Exercise:
Look through the records below, and whenever a line contains "filled", copy it.

Stored items:
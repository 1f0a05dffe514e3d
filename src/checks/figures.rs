//! The names of the figures, for typing and for evaluation.

use super::language::{Figures, Names};
use crate::facts::{DEFINITIONS, Facts, Subject, SubjectKind, Value, ValueKind, definition};

/// Every name that the figures define.
#[derive(Debug, Clone, Copy, Default)]
pub struct DefinedNames;

impl Names for DefinedNames {
    fn kind(&self, of: SubjectKind, name: &str) -> Option<ValueKind> {
        definition(of, name).map(|entry| entry.kind)
    }

    fn known(&self, of: SubjectKind) -> Vec<&str> {
        DEFINITIONS
            .iter()
            .flat_map(|file| file.iter())
            .filter(|entry| entry.of == of)
            .map(|entry| entry.name)
            .collect()
    }
}

impl Figures for Facts<'_> {
    fn value(&self, subject: Subject, name: &str) -> Value {
        Facts::value(self, subject, name)
    }

    fn label(&self, subject: Subject) -> String {
        let circuit = self.circuit();
        match subject {
            Subject::Regulator(_) => {
                let Some(regulator) = self.regulator(subject) else { return String::new() };
                let reference = &self.part_of(regulator).reference;
                match regulator.output_index {
                    0 => reference.clone(),
                    index => format!("{reference} output {}", index + 1),
                }
            }
            Subject::Net(net) => circuit.net(net).name.clone(),
            Subject::Capacitor { device, .. } => circuit.device(device).reference.clone(),
            Subject::Board => String::new(),
        }
    }
    fn likeness(&self, subject: Subject) -> String {
        let circuit = self.circuit();
        match subject {
            Subject::Capacitor { device, net } => {
                let part = circuit.device(device);
                [part.value.as_str(), &part.part, &circuit.net(net).name].join("\n")
            }
            Subject::Regulator(_) | Subject::Net(_) | Subject::Board => String::new(),
        }
    }
}
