//! Checks as files: the language they are written in, what they ask, and the verdicts.

pub mod cases;
mod check;
mod figures;
mod finding;
mod judge;
pub mod language;
mod load;
mod merge;
mod set;
mod template;
mod trace;
mod verdict;
mod wording;

pub use check::{Check, Citation, Points, Rule, Says};
pub use figures::DefinedNames;
pub use finding::{Counts, Finding, Judgement, Outcome, Point};
pub use judge::{ask, judge, judge_apart, natural, worst_level};
pub use language::{Figures, Names};
pub use load::read;
pub use merge::{tell, told_together};
pub use set::{Checks, Override};
pub use template::Template;
pub use trace::{Asked, Trace, trace};
pub use verdict::{Level, Verdict};
pub use wording::{Filling, Sentence, missing};

#[cfg(test)]
mod tests;
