//! Reads `check.toml`.

use std::collections::BTreeMap;

use super::check::{Check, Citation, Points, Rule, Says};
use super::language::{Condition, Names, Refusal, Requirement, Scope, constant, expression, sentence};
use super::template::Template;
use super::verdict::Verdict;
use crate::facts::{SubjectKind, ValueKind};
use crate::quantity::{Dimension, Quantity};
use crate::source::toml::{Document, Table, Text, nearest};
use crate::source::{Problem, Source};

/// Reads a check. The value is `None` where an error leaves nothing that could be asked; every problem is listed, in
/// order of place.
#[must_use]
pub fn read(folder: &str, source: &Source, names: &dyn Names) -> (Option<Check>, Vec<Problem>) {
    let document = match Document::parse(source) {
        Ok(document) => document,
        Err(problem) => return (None, vec![*problem]),
    };
    let check = Reader { document: &document, names, about: SubjectKind::Regulator }.check(folder);
    let problems = document.into_problems();
    (check.filter(|_| problems.is_empty()), problems)
}

struct Reader<'a> {
    document: &'a Document,
    names: &'a dyn Names,
    about: SubjectKind,
}

impl<'a> Reader<'a> {
    fn check(&mut self, folder: &str) -> Option<Check> {
        let mut root = self.document.root();
        let name = self.name(&mut root, folder);
        let about = self.about(&mut root);
        let asks = root.require("asks").and_then(|value| value.text());
        let group = root.text("group").map(|text| text.as_str().to_owned());
        let when = root.text("when");
        let when_text = when.as_ref().map(|text| text.as_str().to_owned());
        let at_most = self.cap(&mut root);
        let suppressed_by = root.texts("suppressed_by").iter().map(|text| text.as_str().to_owned()).collect();
        let (settings, settings_text) = self.settings(&mut root);
        let sources = self.sources(&mut root);
        let Some(about) = about else {
            // Without its kind of subject no name can be looked up: what is not a key is all that can still be said.
            for key in ["holds", "requires", "says", "points", "hints"] {
                root.take(key);
            }
            root.finish();
            return None;
        };
        self.about = about;
        let dimensions = settings.iter().map(|(name, value): (&String, &Quantity)| (name.clone(), value.dimension()));
        let dimensions: BTreeMap<String, Dimension> = dimensions.collect();
        let when = when.and_then(|text| self.guard(&text, &dimensions));
        let requires = self.requires(&mut root, &dimensions);
        let says = root.table("says").map(|table| self.says(table, &dimensions, None)).unwrap_or_default();
        let hints = self.hints(&mut root, &dimensions);
        let points = self.points(&mut root, &requires);
        let silent = !says.speaks() && requires.iter().any(|rule| !rule.says.speaks());
        if silent && !self.document.has_problems() {
            root.refuse(
                "the check has no sentence for what it finds",
                "`[says]` is missing or empty",
                "add `[says]` with `fails = \"…\"` or `doubtful = \"…\"`",
            );
        }
        root.finish();
        Some(Check {
            name: name?,
            about: self.about,
            asks: asks?.as_str().to_owned(),
            group,
            when,
            when_text,
            requires,
            at_most,
            suppressed_by,
            settings,
            settings_text,
            says,
            hints,
            points,
            sources,
            file: self.document.source().name().to_owned(),
        })
    }

    fn name(&self, root: &mut Table<'a>, folder: &str) -> Option<String> {
        let text = root.require("name")?.text()?;
        let name = text.as_str();
        if !is_kebab(name) {
            text.refuse(
                "the name of a check is kebab-case",
                "not kebab-case",
                "lower-case letters, digits and hyphens: `output-capacitor`",
            );
            return None;
        }
        if name != folder {
            text.refuse(
                format!("the check is named `{name}` in the folder `{folder}`"),
                "another name",
                "name the folder and the check alike",
            );
            return None;
        }
        Some(name.to_owned())
    }

    fn about(&self, root: &mut Table<'a>) -> Option<SubjectKind> {
        let text = root.require("about")?.text()?;
        let found = SubjectKind::ALL.iter().find(|(_, name)| *name == text.as_str()).map(|(kind, _)| *kind);
        if found.is_none() {
            let names: Vec<&str> = SubjectKind::ALL.iter().map(|(_, name)| *name).collect();
            text.refuse(
                format!("a check cannot be about `{}`", text.as_str()),
                "unknown subject",
                format!("subjects: {}", names.join(", ")),
            );
        }
        found
    }

    fn cap(&self, table: &mut Table<'a>) -> Option<Verdict> {
        let text = table.text("at_most")?;
        match Verdict::of_name(text.as_str()) {
            Some(verdict @ (Verdict::Fails | Verdict::Doubtful | Verdict::Tight)) => Some(verdict),
            _ => {
                text.refuse(
                    "`at_most` names the worst verdict",
                    "no verdict for a cap",
                    "write `fails`, `doubtful` or `tight`",
                );
                None
            }
        }
    }

    fn settings(&self, root: &mut Table<'a>) -> (BTreeMap<String, Quantity>, BTreeMap<String, String>) {
        let (mut values, mut texts) = (BTreeMap::new(), BTreeMap::new());
        let Some(mut table) = root.table("settings") else { return (values, texts) };
        for entry in table.entries() {
            let Some(text) = entry.text() else { continue };
            if !is_snake(entry.key()) {
                self.document.refuse(
                    entry.key_span(),
                    "the name of a setting is snake_case",
                    "not snake_case",
                    "lower-case letters, digits and underscores: `spare_voltage`",
                );
            } else if SubjectKind::ALL.iter().any(|(kind, _)| self.names.kind(*kind, entry.key()).is_some()) {
                self.document.refuse(
                    entry.key_span(),
                    format!("`{}` is a figure already", entry.key()),
                    "taken",
                    "choose another name for the setting",
                );
            } else {
                match constant(text.as_str()) {
                    Ok((value, dimension)) => {
                        values.insert(entry.key().to_owned(), Quantity::constant(dimension, value));
                        texts.insert(entry.key().to_owned(), text.as_str().to_owned());
                    }
                    Err(refusal) => refusal.report(self.document, &text),
                }
            }
        }
        table.finish();
        (values, texts)
    }

    fn scope<'s>(&'s self, settings: &'s BTreeMap<String, Dimension>) -> Scope<'s> {
        Scope { names: self.names, about: self.about, settings, each: None }
    }

    fn told<T>(&self, text: &Text<'_>, result: Result<T, Refusal>) -> Option<T> {
        result.map_err(|refusal| refusal.report(self.document, text)).ok()
    }

    fn guard(&self, text: &Text<'_>, settings: &BTreeMap<String, Dimension>) -> Option<Condition> {
        let read = expression(text.as_str()).and_then(|node| self.scope(settings).condition(&node, true));
        self.told(text, read)
    }

    fn holds(&self, text: &Text<'_>, settings: &BTreeMap<String, Dimension>) -> Option<Requirement> {
        let read = sentence(text.as_str()).and_then(|sentence| self.scope(settings).requirement(&sentence));
        self.told(text, read)
    }

    fn requires(&self, root: &mut Table<'a>, settings: &BTreeMap<String, Dimension>) -> Vec<Rule> {
        let single = root.text("holds");
        let tables = root.tables("requires");
        match (&single, tables.is_empty()) {
            (None, true) => root.refuse(
                "the check requires nothing",
                "`holds` is missing",
                "add `holds = \"…\"` or `[[requires]]`",
            ),
            (Some(text), false) => text.refuse(
                "`holds` stands beside `[[requires]]`",
                "twice",
                "move it into a `[[requires]]` of its own",
            ),
            _ => {}
        }
        let mut rules: Vec<Rule> = Vec::new();
        if let Some((text, holds)) = single.and_then(|text| Some((text, self.holds(&text, settings)?))) {
            let text = text.as_str().to_owned();
            rules.push(Rule {
                when: None,
                when_text: None,
                holds,
                text,
                at_most: None,
                says: Says::default(),
                hints: Vec::new(),
            });
        }
        rules.extend(tables.into_iter().filter_map(|table| self.rule(table, settings)));
        rules
    }

    fn rule(&self, mut table: Table<'a>, settings: &BTreeMap<String, Dimension>) -> Option<Rule> {
        let text = table.require("holds").and_then(|value| value.text());
        let guard = table.text("when");
        let when_text = guard.as_ref().map(|text| text.as_str().to_owned());
        let when = guard.and_then(|text| self.guard(&text, settings));
        let at_most = self.cap(&mut table);
        let holds = text.and_then(|text| self.holds(&text, settings));
        let says = match table.take("says") {
            Some(value) if value.is_text() => {
                let template = value.text().and_then(|text| self.template(&text, settings, holds.as_ref()));
                Says { fails: template, ..Says::default() }
            }
            Some(value) => value.table().map(|inner| self.says(inner, settings, holds.as_ref())).unwrap_or_default(),
            None => Says::default(),
        };
        let texts = table.texts("hints");
        let hints = texts.iter().filter_map(|text| self.template(text, settings, holds.as_ref())).collect();
        table.finish();
        Some(Rule { when, when_text, holds: holds?, text: text?.as_str().to_owned(), at_most, says, hints })
    }

    fn says(&self, mut table: Table<'a>, settings: &BTreeMap<String, Dimension>, of: Option<&Requirement>) -> Says {
        let mut line = |key| table.text(key).and_then(|text| self.template(&text, settings, of));
        let says =
            Says { fails: line("fails"), doubtful: line("doubtful"), tight: line("tight"), unknown: line("unknown") };
        table.finish();
        says
    }

    fn hints(&self, root: &mut Table<'a>, settings: &BTreeMap<String, Dimension>) -> Vec<Template> {
        let Some(mut table) = root.table("hints") else { return Vec::new() };
        let lines = table.texts("lines");
        let hints = lines.iter().filter_map(|text| self.template(text, settings, None)).collect();
        table.finish();
        hints
    }

    /// A sentence; one that belongs to a requirement may name the variable of its loop.
    fn template(
        &self,
        text: &Text<'_>,
        settings: &BTreeMap<String, Dimension>,
        of: Option<&Requirement>,
    ) -> Option<Template> {
        let each = of.and_then(|requirement| requirement.each.clone());
        self.told(text, Template::read(text.as_str(), &Scope { each, ..self.scope(settings) }))
    }

    fn points(&self, root: &mut Table<'a>, requires: &[Rule]) -> Points {
        let mut points = Points { primary: "subject".to_owned(), also: Vec::new(), figures: Vec::new() };
        let Some(mut table) = root.table("points") else { return points };
        if let Some(text) = table.text("primary").filter(|text| self.can_point(text, requires)) {
            text.as_str().clone_into(&mut points.primary);
        }
        let also = table.texts("also");
        points
            .also
            .extend(also.iter().filter(|text| self.can_point(text, requires)).map(|text| text.as_str().to_owned()));
        let figures = table.texts("figures");
        points
            .figures
            .extend(figures.iter().filter(|text| self.is_figure(text)).map(|text| text.as_str().to_owned()));
        table.finish();
        points
    }

    fn is_figure(&self, text: &Text<'_>) -> bool {
        let figure = |name: &str| matches!(self.names.kind(self.about, name), Some(ValueKind::Figure(_)));
        if figure(text.as_str()) {
            return true;
        }
        let known: Vec<&str> = self.names.known(self.about).into_iter().filter(|name| figure(name)).collect();
        let help = match nearest(text.as_str(), known) {
            Some(near) => format!("did you mean `{near}`?"),
            None => "`railworthy catalog quantities` lists every name".to_owned(),
        };
        text.refuse(format!("`{}` is no figure", text.as_str()), "unknown", help);
        false
    }

    fn can_point(&self, text: &Text<'_>, requires: &[Rule]) -> bool {
        let name = text.as_str();
        let is_variable = |rule: &Rule| rule.holds.each.as_ref().is_some_and(|each| each.variable == name);
        if name == "subject" || requires.iter().any(is_variable) {
            return true;
        }
        if let Some(ValueKind::Word([]) | ValueKind::Group(_)) = self.names.kind(self.about, name) {
            return true;
        }
        let can = |known: &&str| {
            matches!(self.names.kind(self.about, known), Some(ValueKind::Word([]) | ValueKind::Group(_)))
        };
        let known: Vec<&str> =
            std::iter::once("subject").chain(self.names.known(self.about).into_iter().filter(can)).collect();
        let help = match nearest(name, known.iter().copied()) {
            Some(near) => format!("did you mean `{near}`?"),
            None => format!("what can be pointed at: {}", known.join(", ")),
        };
        text.refuse(format!("`{name}` is nothing to point at"), "unknown", help);
        false
    }

    fn sources(&self, root: &mut Table<'a>) -> Vec<Citation> {
        let mut found = Vec::new();
        for mut table in root.tables("sources") {
            let common = table.boolean("common_practice").is_some_and(|common| common.value);
            let note = table.text("note").map_or("", |text| text.as_str()).to_owned();
            if common {
                found.push(Citation::CommonPractice(note));
            } else if let Some(title) = table.require("title").and_then(|value| value.text()) {
                found.push(Citation::Source { title: title.as_str().to_owned(), note });
            }
            table.finish();
        }
        if found.is_empty() && !self.document.has_problems() {
            root.refuse(
                "the check names no source",
                "`[[sources]]` is missing",
                "add `title = \"…\"`, or `common_practice = true`",
            );
        }
        found
    }
}

/// Lower-case letters, digits and single inner hyphens, a letter first.
fn is_kebab(name: &str) -> bool {
    let part = |part: &str| !part.is_empty() && part.bytes().all(|b| b.is_ascii_lowercase() || b.is_ascii_digit());
    name.starts_with(|c: char| c.is_ascii_lowercase()) && name.split('-').all(part)
}

/// Lower-case letters, digits and underscores, a letter first.
fn is_snake(name: &str) -> bool {
    let allowed = |b: u8| b.is_ascii_lowercase() || b.is_ascii_digit() || b == b'_';
    name.starts_with(|c: char| c.is_ascii_lowercase()) && name.bytes().all(allowed)
}
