//! Puts the figures of a judged requirement into its sentences.

use super::language::{Context, Decision, Function, Operator, Path, value};
use super::template::{End, Part, Scalar, Template};
use super::verdict::Verdict;
use crate::facts::Value;
use crate::quantity::{Pair, Quantity, print_amount, print_range};

/// What a sentence is filled with.
#[derive(Debug, Clone, Copy)]
pub struct Filling<'a> {
    /// The subject, the group's member and the values.
    pub context: Context<'a>,
    /// The verdict: which bounds `.low` and `.high` take.
    pub verdict: Verdict,
    /// What decided.
    pub decision: &'a Decision,
}

/// A filled sentence, and whether each figure in it was known and finite.
#[derive(Debug, Clone, PartialEq, Eq)]
pub struct Sentence {
    /// The text.
    pub text: String,
    /// Whether nothing in it is unknown, unbounded or does not apply, and no difference in it comes out at zero or less.
    pub whole: bool,
}

impl Template {
    /// Fills the sentence.
    #[must_use]
    pub fn fill(&self, filling: Filling<'_>) -> Sentence {
        let mut sentence = Sentence { text: String::new(), whole: true };
        for part in &self.parts {
            match filling.part(part) {
                Ok(text) => sentence.text.push_str(&text),
                Err(text) => {
                    sentence.text.push_str(&text);
                    sentence.whole = false;
                }
            }
        }
        sentence
    }
}

impl Filling<'_> {
    /// The text of a part; an error is the text for what is not known.
    fn part(&self, part: &Part) -> Result<String, String> {
        let label = |subject| self.context.figures.label(subject);
        match part {
            Part::Plain(text) => Ok(text.clone()),
            Part::Subject => Ok(label(self.context.subject)),
            Part::Member => Ok(label(self.context.member.unwrap_or(self.context.subject))),
            Part::Missing => Ok(missing(self.decision)),
            Part::Word(path) => match self.value(path) {
                Value::Word(word) if !word.word.is_empty() => Ok(word.word),
                _ => Err("none".to_owned()),
            },
            Part::Range(path) => match self.value(path) {
                Value::Figure(figure) => range(&figure),
                _ => Err("none".to_owned()),
            },
            Part::Amount(scalar, dimension) => {
                let amount = self.scalar(scalar);
                match amount {
                    None => Err("unknown".to_owned()),
                    // A remedy that would need less than nothing of something is none.
                    Some(value) if value <= 0.0 && matches!(scalar, Scalar::Binary(Operator::Minus, ..)) => {
                        Err(print_amount(value, *dimension))
                    }
                    Some(value) if value.is_finite() => Ok(print_amount(value, *dimension)),
                    Some(_) => Err("unbounded".to_owned()),
                }
            }
        }
    }

    fn value(&self, path: &Path) -> Value {
        value(self.context, path)
    }

    /// The bounds to speak of: what is claimed with guesses at nominal is worded so.
    fn bounds(&self, figure: &Quantity) -> Pair {
        match self.verdict {
            Verdict::Fails | Verdict::Doubtful => figure.likely(),
            _ => figure.worst(),
        }
    }

    fn scalar(&self, scalar: &Scalar) -> Option<f64> {
        Some(match scalar {
            Scalar::Constant(value) => *value,
            Scalar::End(path, end) => {
                let Value::Figure(figure) = self.value(path) else { return None };
                match end {
                    End::Low => self.bounds(&figure).low(),
                    End::High => self.bounds(&figure).high(),
                    End::Nominal => figure.nominal()?,
                }
            }
            Scalar::Negated(inner) => -self.scalar(inner)?,
            Scalar::Binary(operator, one, other) => {
                let (one, other) = (self.scalar(one)?, self.scalar(other)?);
                let result = match operator {
                    Operator::Plus => one + other,
                    Operator::Minus => one - other,
                    Operator::Times => one * other,
                    _ => one / other,
                };
                Some(result).filter(|result| !result.is_nan())?
            }
            Scalar::Call(function, all) => {
                let values: Option<Vec<f64>> = all.iter().map(|one| self.scalar(one)).collect();
                let values = values?.into_iter();
                match function {
                    Function::Min => values.reduce(f64::min)?,
                    Function::Max => values.reduce(f64::max)?,
                    Function::Abs => values.map(f64::abs).next()?,
                }
            }
        })
    }
}

fn range(figure: &Quantity) -> Result<String, String> {
    match figure.shown() {
        None => Err("unknown".to_owned()),
        Some(range) => Ok(print_range(range, figure.dimension())),
    }
}

/// What is missing, in words: `supply VCC and load on +5V are not known`.
#[must_use]
pub fn missing(decision: &Decision) -> String {
    let mut phrases: Vec<String> = Vec::new();
    for evidence in &decision.missing {
        let phrase = evidence.settle.as_ref().map_or_else(|| evidence.what.clone(), crate::quantity::Settle::phrase);
        if !phrases.contains(&phrase) {
            phrases.push(phrase);
        }
    }
    match phrases.split_last() {
        None => "a figure is not known".to_owned(),
        Some((only, [])) => format!("{only} {} not known", if only.starts_with("pins ") { "are" } else { "is" }),
        Some((last, rest)) => format!("{} and {last} are not known", rest.join(", ")),
    }
}
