//! Families of single parts that share a model.

use std::collections::BTreeMap;

use super::model::{DeviceModel, ModelKind};
use crate::knowledge::{Cited, SourceNote};
use crate::quantity::Range;

/// The parts of unknown number that a family stands for.
#[derive(Debug, Clone, Copy, PartialEq, Eq, PartialOrd, Ord, Hash)]
pub enum StandsFor {
    /// Every part of its kind.
    Any,
    /// Transistors in packages that carry little power.
    Small,
    /// Transistors in packages that carry power.
    Power,
    /// Two bipolar transistors in one.
    Darlington,
    /// Schottky diodes.
    Schottky,
    /// Light-emitting diodes.
    Led,
}

impl StandsFor {
    /// Each with its word in device files.
    pub const ALL: &'static [(Self, &'static str)] = &[
        (Self::Any, "any"),
        (Self::Small, "small"),
        (Self::Power, "power"),
        (Self::Darlington, "darlington"),
        (Self::Schottky, "schottky"),
        (Self::Led, "led"),
    ];

    /// Its word in device files.
    #[must_use]
    pub fn name(self) -> &'static str {
        Self::ALL.iter().find(|(known, _)| *known == self).map_or("", |(_, name)| name)
    }

    /// Those that there are of a kind of device.
    #[must_use]
    pub fn of(kind: ModelKind) -> &'static [Self] {
        match kind {
            ModelKind::Npn | ModelKind::Pnp => &[Self::Small, Self::Power, Self::Darlington],
            ModelKind::Nmos | ModelKind::Pmos => &[Self::Small, Self::Power],
            ModelKind::Diode => &[Self::Any, Self::Schottky, Self::Led],
            ModelKind::Zener | ModelKind::Shunt | ModelKind::OpAmp => &[Self::Any],
        }
    }
}

/// Parts that share a model.
#[derive(Debug, Clone, PartialEq)]
pub struct DeviceFamily {
    /// Its name, unique.
    pub name: String,
    /// What it is.
    pub kind: ModelKind,
    /// Name patterns, as in part files, without a voltage code; none in a family that `stands_for` others.
    pub names: Vec<String>,
    /// The parts of unknown number that it stands for: its figures are then assumed.
    pub stands_for: Option<StandsFor>,
    /// Parameters by their names, SI units, see [`ModelKind::parameters`]; of one that depends on the voltage, the hull.
    pub parameters: BTreeMap<&'static str, Cited<Range>>,
    /// Parameters that depend on the voltage that the part is made for: `(up to this many volts, figure)`, rising, the
    /// last holds above.
    pub by_voltage: BTreeMap<&'static str, Vec<(f64, Cited<Range>)>>,
    /// Tolerance of that voltage, relative.
    pub tolerance: Option<Cited<Range>>,
    /// What a reader should know that no figure holds.
    pub note: Option<String>,
    /// Its sources.
    pub sources: Vec<SourceNote>,
    /// The file it comes from, as a path below `rules/`.
    pub file: String,
    /// Whether that file lies in a folder of the user.
    pub of_user: bool,
}

impl DeviceFamily {
    /// A parameter with what it rests on, for a part made for this many volts; without them, the hull of all.
    #[must_use]
    pub fn parameter(&self, name: &str, volts: Option<f64>) -> Option<&Cited<Range>> {
        if let (Some(volts), Some(steps)) = (volts, self.by_voltage.get(name)) {
            return steps.iter().find(|(limit, _)| volts <= *limit).or(steps.last()).map(|(_, figure)| figure);
        }
        self.parameters.get(name)
    }

    /// Its model for a part made for this many volts, which then are its `BV` within the tolerance.
    #[must_use]
    pub fn model(&self, volts: Option<f64>) -> DeviceModel {
        let mut model = DeviceModel::new(self.kind);
        for name in self.parameters.keys() {
            if let Some(figure) = self.parameter(name, volts) {
                model.put(name, figure.value);
            }
        }
        if let (Some(volts), Some(tolerance)) = (volts, &self.tolerance) {
            model.put("BV", Range::with_tolerance(volts, tolerance.value.high()));
        }
        model
    }

    /// Whether a figure of it is recalled.
    #[must_use]
    pub fn is_recalled(&self) -> bool {
        self.parameters.values().chain(&self.tolerance).any(|figure| figure.recalled)
    }
}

Task output:
/// What a sentence is filled with.
/// A filled sentence, and whether each figure in it was known and finite.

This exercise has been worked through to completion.